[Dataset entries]
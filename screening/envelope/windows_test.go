package envelope

import (
	"cmp"
	"math"
	"slices"
	"testing"

	"github.com/trussfleet/trussfleet/internal/proptest"
	"github.com/trussfleet/trussfleet/screening/traffic"
	"github.com/trussfleet/trussfleet/screening/truss"
	"github.com/trussfleet/trussfleet/screening/truss/trusstest"
	"pgregory.net/rapid"
)

// genRake draws a rake of 1 to n identical vehicles, 1 to 4 axles each, sometimes symmetric
// (as reference wagons are), with n enough for every window the lines can feel or, now and
// then, one fewer (then the count sweeps run).
func genRake(t *rapid.T, spanM float64) *traffic.Train {
	v := genVehicle(t, "wagon")
	if rapid.Bool().Draw(t, "symmetric") {
		var mirrored []traffic.Axle
		for _, a := range v.Axles {
			mirrored = append(mirrored, traffic.Axle{AtM: v.LengthM - a.AtM, LoadKN: a.LoadKN})
		}
		v.Axles = append(v.Axles, mirrored...)
		slices.SortFunc(v.Axles, func(a, b traffic.Axle) int { return cmp.Compare(a.AtM, b.AtM) })
	}
	aMin, aMax := v.Axles[0].AtM, v.Axles[len(v.Axles)-1].AtM
	n := int(math.Floor((spanM+aMax-aMin)/v.LengthM)) + 1 + rapid.IntRange(-1, 3).Draw(t, "spare")
	return &traffic.Train{Name: "rake", Consist: []traffic.Group{{Vehicle: v, Min: 1, Max: max(n, 1)}}}
}

// TestWindowsEqualCountSweeps: a rake of identical vehicles swept by windows of an endless
// train (windows.go) gives every member the extremes of the sweeps count by count (the
// reference: the event sweep, itself checked against the brute force), on lines with and
// without jumps at the bearings, and each placement reproduces its value by the independent
// reference response.
func TestWindowsEqualCountSweeps(t *testing.T) {
	proptest.Check(t, func(t *rapid.T) {
		x, ord := genLines(t)
		tr := genRake(t, x[len(x)-1]-x[0])
		if err := tr.Validate(); err != nil {
			t.Skip(err)
		}
		shortcutAgrees(t, x, ord, tr, plainSweeps{countSweeps: true})
	})
}

// TestWindowsOnContinuousTrusses: rakes of four-axle bogie wagons (10 m and 14 m, axles
// 1.5 m from the ends and 1.8 m apart in a bogie, symmetric: one direction swept) and of an
// asymmetric wagon (13.5 m; axles of 200, 200, 120, 120 kN at 1.2, 3.0, 11.0, 12.3 m: both
// directions) over trusses continuous over two and three spans, whose lines kink at every
// panel point and change sign twice or more, and over a simple Pratt: the windows give every
// member the extremes of the count-by-count sweeps (the reference), with placements that
// reproduce their values. Lines by the stiffness method
// (screening/analysis, itself checked against the method of sections and the force method).
func TestWindowsOnContinuousTrusses(t *testing.T) {
	for _, p := range []truss.Params{
		{Type: "howe", SpanM: 64, Panels: 12, DepthM: 8, Spans: 3},
		{Type: "pratt", SpanM: 48, Panels: 8, DepthM: 6, Spans: 2},
		{Type: "pratt", SpanM: 60, Panels: 10, DepthM: 8},
	} {
		lines, ord := trusstest.InfluenceLines(t, p)
		span := lines.X[len(lines.X)-1] - lines.X[0]
		bogie := func(L float64) traffic.Vehicle {
			return traffic.Vehicle{Name: "wagon", LengthM: L, Axles: []traffic.Axle{{AtM: 1.5, LoadKN: 225}, {AtM: 3.3, LoadKN: 225}, {AtM: L - 3.3, LoadKN: 225}, {AtM: L - 1.5, LoadKN: 225}}}
		}
		odd := traffic.Vehicle{Name: "wagon", LengthM: 13.5, Axles: []traffic.Axle{{AtM: 1.2, LoadKN: 200}, {AtM: 3.0, LoadKN: 200}, {AtM: 11.0, LoadKN: 120}, {AtM: 12.3, LoadKN: 120}}}
		for k, v := range []traffic.Vehicle{bogie(10), bogie(14), odd} {
			rake := &traffic.Train{Name: "rake", Consist: []traffic.Group{{Vehicle: v, Min: 1, Max: int(math.Ceil(span/v.LengthM)) + 2}}}
			l, ld := prepared(t, lines.X, ord, rake)
			if !ld.rakeWindows(l) || ld.symmetricUnit() != (k < 2) {
				t.Fatalf("wagon %d: windows %v, symmetric %v", k, ld.rakeWindows(l), ld.symmetricUnit())
			}
			shortcutAgrees(t, lines.X, ord, rake, plainSweeps{countSweeps: true})
		}
	}
}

**PROBLEM DESCRIPTION**
Go through the records above and copy every line holding the word "aMax".

**SOLUTION TO THE PROBLEM**
	aMin, aMax := v.Axles[0].AtM, v.Axles[len(v.Axles)-1].AtM
	n := int(math.Floor((spanM+aMax-aMin)/v.LengthM)) + 1 + rapid.IntRange(-1, 3).Draw(t, "spare")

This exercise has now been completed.